I am trying to solve the Projecteuler #11 but I am running into an error when I'm trying to create a function to calculate the multiplication of every 4 numbers in a column. I am getting an error:
Project11.rb:59:in `sumvertical': undefined method `[]' for nil:NilClass (NoMeth
odError)
I feel like there is something I am easily overlooking here. I appreciate the help!
#project #11 http://projecteuler.net/problem=11
grid="08 02 22 97 38 15 00 40 00 75 04 05 07 78 52 12 50 77 91 08
49 49 99 40 17 81 18 57 60 87 17 40 98 43 69 48 04 56 62 00
81 49 31 73 55 79 14 29 93 71 40 67 53 88 30 03 49 13 36 65
52 70 95 23 04 60 11 42 69 24 68 56 01 32 56 71 37 02 36 91
22 31 16 71 51 67 63 89 41 92 36 54 22 40 40 28 66 33 13 80
24 47 32 60 99 03 45 02 44 75 33 53 78 36 84 20 35 17 12 50
32 98 81 28 64 23 67 10 26 38 40 67 59 54 70 66 18 38 64 70
67 26 20 68 02 62 12 20 95 63 94 39 63 08 40 91 66 49 94 21
24 55 58 05 66 73 99 26 97 17 78 78 96 83 14 88 34 89 63 72
21 36 23 09 75 00 76 44 20 45 35 14 00 61 33 97 34 31 33 95
78 17 53 28 22 75 31 67 15 94 03 80 04 62 16 14 09 53 56 92
16 39 05 42 96 35 31 47 55 58 88 24 00 17 54 24 36 29 85 57
86 56 00 48 35 71 89 07 05 44 44 37 44 60 21 58 51 54 17 58
19 80 81 68 05 94 47 69 28 73 92 13 86 52 17 77 04 89 55 40
04 52 08 83 97 35 99 16 07 97 57 32 16 26 26 79 33 27 98 66
88 36 68 87 57 62 20 72 03 46 33 67 46 55 12 32 63 93 53 69
04 42 16 73 38 25 39 11 24 94 72 18 08 46 29 32 40 62 76 36
20 69 36 41 72 30 23 88 34 62 99 69 82 67 59 85 74 04 36 16
20 73 35 29 78 31 90 01 74 31 49 71 48 86 81 16 23 57 05 54
01 70 54 71 83 51 54 69 16 92 33 48 61 43 52 01 89 19 67 48"
grid=grid.split()
grid=grid.collect {|s| s.to_i}
multiarray=[]
i = 0
e = 19
until e > 400
multiarray << grid[i..e]
i+= 20
e+= 20
end
def sumhorizontal(x) #checks sum of all horizontal 4 elements
sum = 0
x.each {|a|
i=0
e=3
while e < a.length
if a[i..e].inject(:*) > sum
sum = a[i..e].inject(:*)
i += 1
e += 1
else
i += 1
e += 1
end
end
}
return sum
end
def sumvertical(x)
sum = 0
i=0
e=0
while e < x.length #Will break once the end point is longer than the length of an array
until i > 20 #Checks the first column
if x[i][e]*x[i+1][e]*x[i+2][e]*x[i+3][e] > sum #Error is here
sum = x[i][e]*x[i+1][e]*x[i+2][e]*x[i+3][e]
i += 1
else
i += 1
end
end
e += 1 #once you are out of the until statement, it increases e by 1 to check the next column
i = 0 #resets i so it can go back to the zero
end
return sum
end
print sumvertical(multiarray)
The grid has 20 rows.

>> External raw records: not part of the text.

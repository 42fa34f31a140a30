"""An output folder that cannot or must not be written is refused before the work, and nothing is touched."""

from collections.abc import Callable
from pathlib import Path

import pytest
from click.testing import CliRunner

from massfit.cli.main import main


def a_file(place: Path) -> Path:
    place.write_text("mine")
    return place


def below_a_file(place: Path) -> Path:
    return a_file(place) / "results"


def in_use(place: Path) -> Path:
    place.mkdir()
    a_file(place / "notes.txt")
    return place


def finished(place: Path) -> Path:
    place.mkdir()
    a_file(place / "run.json")
    a_file(place / "estimate.json")
    return place


def a_device(place: Path) -> Path:
    del place
    return Path("/dev/null")


MESSAGES = {
    a_file: "P: the output is a file. Must be a folder. Choose another with --output.",
    below_a_file: "the folder cannot be written",
    in_use: "P: the folder is not empty and holds no results of massfit, so it is left alone. "
    "Choose another with --output.",
    finished: "P: the folder holds finished results. Give --overwrite to replace them, or --output to keep both.",
    a_device: "P: the output is a file. Must be a folder. Choose another with --output.",
}


@pytest.mark.parametrize("make", MESSAGES, ids=lambda make: make.__name__)
def test_output(make: Callable[[Path], Path], network_folder: Path, tmp_path: Path) -> None:
    output = make(tmp_path / "there")
    before = {path: path.is_file() and path.read_bytes() for path in tmp_path.rglob("*")}
    done = CliRunner().invoke(main, ["estimate", str(network_folder), "--output", str(output)])
    assert done.exit_code == 2, done.output
    assert isinstance(done.exception, SystemExit)
    assert MESSAGES[make].replace("P:", f"{output}:") in " ".join(done.stderr.split())
    assert "nothing was written" in done.stderr
    assert {path: path.is_file() and path.read_bytes() for path in tmp_path.rglob("*")} == before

Your loop is actually trying to reach all the way to a 24rd row; that's because it goes through 21 iterations (i starts at 0, and goes until it equals 21), and each iteration reaches 3 beyond the current value of i (when you call x[i+3]). When i is 17, your code will break, because x[i+3][e] is trying to index into the 21st row of x. i+3 is 20, but the highest available index is 19. So what happens is, x[20] returns nil, and then the [] method is called on nil, which generates your error.

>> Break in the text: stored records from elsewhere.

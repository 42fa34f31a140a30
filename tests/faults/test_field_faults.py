"""Every fault of a series, a model, a load or an air-pressure file has its own exact message."""

from collections.abc import Callable
from pathlib import Path
from typing import Any

import numpy as np
import pytest
import xarray as xr

from massfit.errors import InputError
from massfit.io.fields.circulation_file import read_circulation
from massfit.io.fields.field_file import read_air_pressure, read_atmosphere_load, read_loads
from massfit.io.network.schema import CirculationEntry
from massfit.io.records.series_file import read_series

UNITS = "# units: hPa\n"
HEAD = UNITS + "time,value\n"
ROWS = "2014-01-01T12:00:00Z,0.5\n2014-01-02T12:00:00Z,0.25\n2014-01-03T12:00:00Z,0.125\n"

# name: (text, messages)
SERIES: dict[str, tuple[str, list[str]]] = {
    "empty": ("",
        ['a.csv: units: no units are stated. Must be a pressure such as Pa or hPa. Add the line "# '
         'units: hPa" at the top.']),
    "no units": ("time,value\n" + ROWS,
        ['a.csv: units: no units are stated. Must be a pressure such as Pa or hPa. Add the line "# '
         'units: hPa" at the top.']),
    "unknown units": (HEAD.replace("hPa", "millibars") + ROWS,
        ["a.csv: units: unknown unit 'millibars'. Must be one of Pa, hPa, kPa, mbar, dbar, decibar, "
         "bar, psi, psia, mm, cm, m. Did you mean 'mbar'?"]),
    "height for a pressure": (HEAD.replace("hPa", "mm") + ROWS,
        ["a.csv: units: the unit 'mm' is a height, not a pressure. Must be a pressure such as Pa or "
         "hPa. Convert the values."]),
    "unknown stamp": ("# stamp: end\n" + HEAD + ROWS,
        ['a.csv: stamp: the stamp is \'end\'. Must be "middle" or "start". Correct it.']),
    "another header": (UNITS + "date,pressure\n" + ROWS,
        ["a.csv:2: the header is 'date,pressure'. Must be time,value. Name the columns."]),
    "no header": (UNITS + ROWS,
        ["a.csv:2: the header is '2014-01-01T12:00:00Z,0.5'. Must be time,value. Name the columns."]),
    "one value": (HEAD + ROWS[:25],
        ["a.csv: value: the series has 1 values. Must be at least two. Check the file."]),
    "a row too long": (HEAD + ROWS.replace("0.25", "0.25,1"),
        ["a.csv:4: 1 rows do not have two columns. Must be time,value. Correct the first of them."]),
    "a word for a number": (HEAD + ROWS.replace("0.25", "low"),
        ["a.csv:4: value: the value is 'low'. Must be a number, or empty. Correct it."]),
    "a time that is not": (HEAD + ROWS.replace("01-02T", "02-30T"),
        ["a.csv:4: time: the value is '2014-02-30T12:00:00Z'. Must be ISO 8601, UTC. Correct it or "
         "state `time_format`."]),
    "a time twice": (HEAD + ROWS.replace("01-02T", "01-01T"),
        ["a.csv:4: time: 2014-01-01T12:00:00 follows 2014-01-01T12:00:00. Times must increase. Sort "
         "them and drop repeats."]),
    "times out of order": (HEAD + ROWS.replace("01-02T", "02-02T"),
        ["a.csv:5: time: 2014-01-03T12:00:00 follows 2014-02-02T12:00:00. Times must increase. Sort "
         "them and drop repeats."]),
    "absolute pressure": (HEAD + ROWS.replace("0.25", "1013.25"),
        ["a.csv: value: the series varies by 478 hPa (1 sd). A mean over the whole ocean varies by "
         "about 1 hPa. Correct the units."]),
    "null characters": (HEAD + ROWS.replace("0.25", "0\0"),
        ["a.csv:4: value: the value is '0\\x00'. Must be a number, or empty. Correct it."]),
    "another encoding": (HEAD + ROWS.replace("0.25", "0\udce9"),
        ["a.csv: the file is neither NetCDF nor UTF-8 text. Must be one of them. Check the path, or "
         "save it as UTF-8."]),
}  # fmt: skip


def messages(read: Callable[[], object]) -> list[str]:
    try:
        read()
    except InputError as error:
        return str(error).splitlines()
    return []


@pytest.mark.parametrize("name", SERIES)
def test_series(name: str, tmp_path: Path) -> None:
    text, expected = SERIES[name]
    (tmp_path / "a.csv").write_text(text, errors="surrogateescape")
    assert messages(lambda: read_series(tmp_path / "a.csv", name="mean", source="a.csv")) == expected


LATITUDE, LONGITUDE = np.arange(-75.0, 90.0, 30.0), np.arange(15.0, 360.0, 30.0)
GRID = {"lat": LATITUDE, "lon": LONGITUDE}
DAYS = ("time", np.arange(20.0), {"units": "days since 2014-01-01"})


def sites(*ids: str, units: Any = "hPa", **time: Any) -> xr.Dataset:
    attributes = {} if units is None else {"units": units}
    days = (DAYS[0], DAYS[1], {**DAYS[2], **time})
    coords: dict[str, Any] = {"time": days, "site": list(ids)}
    return xr.Dataset({"p": (("time", "site"), np.ones((20, len(ids))), attributes)}, coords)


def cells(latitude: Any = LATITUDE, longitude: Any = LONGITUDE, **attributes: Any) -> xr.Dataset:
    values = np.ones((20, len(latitude), len(longitude)))
    coords: dict[str, Any] = {"time": DAYS, "lat": latitude, "lon": longitude}
    return xr.Dataset({"p": (("time", "lat", "lon"), values, {"units": "Pa", **attributes})}, coords)


def load(units: Any = "kg m-2", value: float = 3.0, **coords: Any) -> xr.Dataset:
    at = {**GRID, **coords}
    values = np.full((len(at["lat"]), len(at["lon"])), value)
    return xr.Dataset({f"load_{part}": (("lat", "lon"), values, {"units": units}) for part in PARTS}, at)


PARTS = ("in_phase", "quadrature")


def months(count: int = 12, first: int = 1, units: str = "kg m-2") -> xr.Dataset:
    values = np.ones((count, LATITUDE.size, LONGITUDE.size))
    return xr.Dataset(
        {"load": (("month", "lat", "lon"), values, {"units": units})}, {"month": np.arange(count) + first, **GRID}
    )


def land(units: tuple[Any, Any] = ("Pa", "Pa")) -> xr.Dataset:
    values = np.ones((LATITUDE.size, LONGITUDE.size))
    both = zip(PARTS, units, strict=True)
    return xr.Dataset({f"pressure_{part}": (("lat", "lon"), values, {"units": unit}) for part, unit in both}, GRID)


# name: (what reads it, the file, messages)
FIELDS: dict[str, tuple[str, Callable[[], xr.Dataset], list[str]]] = {
    "model without units": ("model", lambda: sites("A", units=None),
        ["a.nc: p: no units are stated. Must be a pressure such as Pa or hPa. Add them."]),
    "model in an unknown unit": ("model", lambda: sites("A", units="Pascal"),
        ["a.nc: p: unknown unit 'Pascal'. Must be one of Pa, hPa, kPa, mbar, dbar, decibar, bar, "
         "psi, psia, mm, cm, m. Did you mean 'Pa'?"]),
    "model in metres": ("model", lambda: sites("A", units="m"),
        ["a.nc: p: the unit 'm' is a height, not a pressure. Must be a pressure such as Pa or hPa. "
         "Convert the values."]),
    "model of other sites": ("model", lambda: sites("C", "D"),
        ["a.nc: site: none of its 2 sites (C, D, ...) is in the network. Must be site ids of the "
         "network. Use the ids of the network file."]),
    "model of repeated sites": ("model", lambda: sites("A", "A"),
        ["a.nc: site: sites stand twice: A. Must be unique. Keep one of each."]),
    "model without a time axis": ("model", lambda: sites("A").isel(time=0, drop=True),
        ["a.nc: variable: no variable has the wanted dimensions; there are p (site). Must be over "
         "(time, site) or (time, lat, lon)."]),
    "model of two variables": ("model", lambda: sites("A").assign(q=sites("A")["p"]),
        ["a.nc: variable: several variables could be meant: p, q. Must be one. Keep one in the file, "
         "or state `variable`."]),
    "model without site names": ("model", lambda: sites("A").drop_vars("site"),
        ["a.nc: site: the dimension has no coordinate variable. Add it."]),
    "model in a calendar of equal months": ("model", lambda: sites("A", calendar="360_day"),
        ["a.nc: time: the times cannot be read (units 'days since 2014-01-01', calendar '360_day'). "
         "Must be like 'days since 2014-01-01', UTC, standard calendar. Convert them."]),
    "model without leap days": ("model", lambda: sites("A", calendar="noleap"),
        ["a.nc: time: the times cannot be read (units 'days since 2014-01-01', calendar 'noleap'). "
         "Must be like 'days since 2014-01-01', UTC, standard calendar. Convert them."]),
    "model in no known time": ("model", lambda: sites("A").pipe(_time_units, "days since launch"),
        ["a.nc: time: the times cannot be read (units 'days since launch'). Must be like 'days since "
         "2014-01-01', UTC, standard calendar. Convert them."]),
    "model that runs backwards": ("model", lambda: sites("A").isel(time=slice(None, None, -1)),
        ["a.nc: time: 2014-01-19T00:00:00 follows 2014-01-20T00:00:00. Times must increase. Sort "
         "them and drop repeats."]),
    "model on a crooked grid": ("model", lambda: cells(latitude=[-75.0, -45.0, -50.0, 15.0, 45.0, 75.0]),
        ["a.nc: lat: the coordinate is not monotonic. Must rise or fall throughout. Sort it."]),
    "air pressure on half the globe": ("air", lambda: cells(longitude=LONGITUDE[:6]),
        ["a.nc: lon: 6 cells of 30 degrees cover 180 degrees. Must be a regular grid of cells that "
         "covers 360 degrees once. Pad the grid with NaN."]),
    "air pressure on an uneven grid": ("air", lambda: cells(latitude=[-75.0, -45.0, -10.0, 15.0, 45.0, 75.0]),
        ["a.nc: lat: the cells are not equally spaced. Must be a regular grid of cells that covers "
         "180 degrees once. Interpolate onto a regular grid."]),
    "air pressure without units": ("air", lambda: cells(units=3.0),
        ["a.nc: p: no units are stated. Must be a pressure such as Pa or hPa. Add them."]),
    "load in another unit": ("load", lambda: load("mm"),
        ["a.nc: load_in_phase: the unit is 'mm'. Must be 'kg m-2'. Convert the values.",
         "a.nc: load_quadrature: the unit is 'mm'. Must be 'kg m-2'. Convert the values."]),
    "load without its second part": ("load", lambda: load().drop_vars("load_quadrature"),
        ["a.nc: load_quadrature: the variable is missing. Must be over ([member,] lat, lon). Add it."]),
    "load over other dimensions": ("load", lambda: load().expand_dims(depth=2),
        ["a.nc: load_in_phase: the dimensions are (depth, lat, lon). Must be over ([member,] lat, "
         "lon). Drop the others."]),
    "load with an infinity": ("load", lambda: load(value=np.inf),
        ["a.nc: load_in_phase: some values are infinite. Must be finite, or NaN for no load. Correct "
         "them."]),
    "load with a meridian twice": ("load", lambda: load(lon=np.arange(0.0, 361.0, 30.0)),
        ["a.nc: lon: 13 cells of 30 degrees cover 390 degrees. Must be a regular grid of cells that "
         "covers 360 degrees once. Drop a repeated meridian."]),
    "load on half the globe": ("load", lambda: load(lat=LATITUDE[:3]),
        ["a.nc: lat: 3 cells of 30 degrees cover 90 degrees. Must be a regular grid of cells that "
         "covers 180 degrees once. Pad the grid with NaN."]),
    "load of an unknown area": ("load", lambda: load().assign_attrs(load_area="sea"),
        ["a.nc: load_area: the value is 'sea'. Must be 'cell' or 'land'. Correct the attribute."]),
    "eleven months": ("load", lambda: months(11),
        ["a.nc: load: there are 11 months. Must be the twelve months of a climatology. Average the "
         "years."]),
    "months that start at 0": ("load", lambda: months(first=0),
        ["a.nc: month: the months are [0, 1, 2, 3, 4, 5, 6, 7, 8, 9, 10, 11]. Must be 1 to 12. "
         "Renumber them."]),
    "months in another unit": ("load", lambda: months(units="m"),
        ["a.nc: load: the unit is 'm'. Must be 'kg m-2'. Convert the values."]),
    "air on land in two units": ("land", lambda: land(("Pa", "hPa")),
        ["a.nc: pressure_in_phase: the two components have different units or several members. Must "
         "be one phasor over (lat, lon)."]),
    "air on land without units": ("land", lambda: land((None, None)),
        ["a.nc: pressure_in_phase: no units are stated. Must be a pressure such as Pa or hPa. Add "
         "them."]),
    "air on land of one part": ("land", lambda: land().drop_vars("pressure_in_phase"),
        ["a.nc: pressure_in_phase: the variable is missing. Must be over ([member,] lat, lon). Add "
         "it."]),
}  # fmt: skip


def _time_units(dataset: xr.Dataset, units: str) -> xr.Dataset:
    dataset["time"].attrs["units"] = units
    return dataset


def field_messages(kind: str, path: Path) -> list[str]:
    entry = CirculationEntry("M", path.name, "removed", "not-forced")
    read: dict[str, Callable[[], object]] = {
        "model": lambda: read_circulation(path, entry, ocean_mean=None, sites=["A", "B"], source=path.name),
        "air": lambda: read_air_pressure(path, source=path.name),
        "load": lambda: read_loads(path, reference_year=2016, source=path.name),
        "land": lambda: read_atmosphere_load(path, source=path.name),
    }
    return messages(read[kind])


@pytest.mark.parametrize("name", FIELDS)
def test_field(name: str, tmp_path: Path) -> None:
    kind, make, expected = FIELDS[name]
    made = make()
    for variable in made.variables.values():
        variable.attrs = {key: value for key, value in variable.attrs.items() if value is not None}
    made.to_netcdf(tmp_path / "a.nc", engine="scipy")
    assert field_messages(kind, tmp_path / "a.nc") == expected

Also, the standard library has a transpose method that you can call on your array. If you use it, you just need one method (sumhorizontal). You can get the column sums with sumhorizontal(multiarray.transpose).

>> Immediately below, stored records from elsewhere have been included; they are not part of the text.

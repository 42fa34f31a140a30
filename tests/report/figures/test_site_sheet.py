"""The figure of one site: everything on the sheet, nothing over another, for sites of every kind."""

from dataclasses import replace

import numpy as np
import pytest

from massfit.report.figures.site_sheet import sheet_png, site_sheet
from massfit.report.figures.style import SERIES_COLOURS
from massfit.results.daily_parts import SERIES
from massfit.results.site_sheet import DeploymentCurve, SiteSheet, Spectrum

RNG = np.random.default_rng(3)


def sheet_of(days: int = 700, recorders: int = 2, years: int = 2, *, name: str = "North Rise") -> SiteSheet:
    time = np.datetime64("2015-01-01T12", "ns") + np.arange(days) * np.timedelta64(1, "D")
    wave = np.sin(np.arange(days) / 58.0)
    parts = np.array_split(np.arange(days), recorders)
    curves = tuple(
        DeploymentCurve(f"{name}/{n}", time[own], 20.0 * wave[own], 19.0 * wave[own], np.full(len(own), 0.3))
        for n, own in enumerate(parts, 1)
    )
    frequency = np.geomspace(0.5, 180.0, 25)
    density = 10.0 / frequency
    spectrum = Spectrum(frequency, density * RNG.uniform(0.7, 1.4, 25), density, density, 0.5 * density, 2.0 * density)
    points = [np.array([0.1, -0.8]) + 0.2 * RNG.standard_normal(2) for _ in range(years)]
    return SiteSheet(
        site=name,
        place="12.50 N, 154.20 W, 4870 m deep, tropical Pacific",
        deployments=curves,
        steps=(time[days // 3],),
        excluded=((time[days // 2], time[days // 2 + 10]),),
        missing=time[days // 4 : days // 4 + 12].astype("datetime64[D]"),
        corrections=dict.fromkeys(SERIES, 0.5 * wave),
        models=np.array([0.4 * wave, 0.6 * wave]),
        correction_time=time,
        reduced_time=time,
        reduced=wave,
        annual=0.9 * wave,
        spectrum=spectrum,
        autocorrelation=0.03 * RNG.standard_normal(30),
        autocorrelation_limit=0.05,
        years=[(2015 + k, point, 0.02 * np.eye(2)) for k, point in enumerate(points)],
        phasor=np.array([0.1, -0.8]),
        covariance=0.01 * np.eye(2),
        walk=[
            ("record", np.array([0.4, -0.6])),
            ("long-period tides", np.array([0.3, -0.7])),
            ("pole tide", np.array([0.1, -0.8])),
        ],
        facts=[("phasor", "amplitude 0.81 hPa"), ("days", "many words " * 30)],
        doubts=("Not quiet: for a reason that takes a few words.",),
    )


KINDS = {
    "usual": {},
    "short": {"days": 92, "recorders": 1, "years": 0},
    "long": {"days": 4000, "recorders": 5, "years": 11},
    "a long name": {"name": "Observatory of the very far and quiet southern deep sea floor, second mooring"},
    "a script": {"name": "深海 $x_1$ <観測>"},
}


@pytest.mark.filterwarnings("ignore:Glyph .* missing from font")
@pytest.mark.parametrize(
    ("kind", "width_mm"),
    [("usual", 180.0), ("long", 180.0), ("a script", 180.0), ("short", 130.0), ("a long name", 130.0)],
)
def test_everything_stays_on_the_sheet(kind: str, width_mm: float) -> None:
    figure = site_sheet(sheet_of(**KINDS[kind]), width_mm=width_mm)
    width, height = figure.get_size_inches()
    assert width * 25.4 == pytest.approx(width_mm)
    drawn, slack = figure.get_tightbbox(), 0.5 / figure.dpi
    assert -slack <= drawn.x0 <= drawn.x1 <= width + slack
    assert -slack <= drawn.y0 <= drawn.y1 <= height + slack


@pytest.mark.parametrize("kind", ["short", "long"])
def test_panels_and_their_words_keep_off_each_other(kind: str) -> None:
    figure = site_sheet(sheet_of(**KINDS[kind]))
    figure.draw_without_rendering()
    boxes = np.array([axes.get_tightbbox().extents for axes in figure.axes])
    first, second = boxes[:, None], boxes[None]
    # ticks may come as near as a pixel and a half
    both = (first[..., :2] + 1.5 < second[..., 2:]).all(-1) & (second[..., :2] + 1.5 < first[..., 2:]).all(-1)
    assert both.sum() == len(boxes)
    subtracted = figure.axes[1]
    assert subtracted.get_legend().get_window_extent().x0 > subtracted._left_title.get_window_extent().x1


def test_what_is_drawn_is_what_was_given() -> None:
    content = sheet_of()
    figure = site_sheet(content)
    record, corrections, remains, spectrum, white, years, walk = figure.axes
    assert len(record.lines) == 2 * len(content.deployments) + len(content.steps)
    assert {line.get_label() for line in corrections.lines} == set(content.corrections)
    np.testing.assert_allclose(remains.lines[0].get_ydata(), content.reduced)
    np.testing.assert_allclose(spectrum.lines[2].get_ydata(), content.spectrum.density)
    assert spectrum.get_xscale() == spectrum.get_yscale() == "log"
    assert len(white.collections[0].get_segments()) == 30
    assert sum(text.get_text() in {"2015", "2016"} for text in years.texts) == 2
    assert {text.get_text() for text in walk.texts} >= {"record", "site"}
    words = [text.get_text() for text in figure.texts]
    assert "amplitude 0.81 hPa" in words
    assert any("12 days not used" in text.get_text() for text in record.texts)


def test_a_site_that_was_not_judged_has_no_spectrum() -> None:
    bare = replace(sheet_of(), spectrum=None, autocorrelation=np.zeros(0), years=[], corrections={}, doubts=())
    assert len(site_sheet(bare).axes) == 5


def test_a_line_does_not_cross_a_gap() -> None:
    content = sheet_of(recorders=1)
    curve = content.deployments[0]
    kept = np.r_[0:100, 160:700]
    holed = DeploymentCurve("x/1", curve.time[kept], curve.pressure[kept], curve.drift[kept], curve.drift_sd[kept])
    line = site_sheet(replace(content, deployments=(holed,))).axes[0].lines[0]
    assert np.isnan(line.get_ydata()).sum() == 1


def test_every_series_has_a_colour() -> None:
    assert list(SERIES_COLOURS) == list(SERIES)


def test_the_picture_is_small() -> None:
    picture = sheet_png(sheet_of())
    assert picture.startswith(b"\x89PNG")
    assert len(picture) < 160_000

One more thing... it looks like you're coming from a procedural language. Ruby has an extensive standard library and coding constructs that can save you a lot of time and keystrokes. There is typically no need to iterate with while loops and index variables in Ruby. sumhorizontal, for instance, can be written like this (it should really be called producthorizontal, though if you're trying to solve Project Euler #11:
def sumhorizontal(x)
x.map { |r| r.each_slice(4).map { |s| s.reduce(:*) }.max }.max
end
Good luck with the rest of your Ruby learning journey!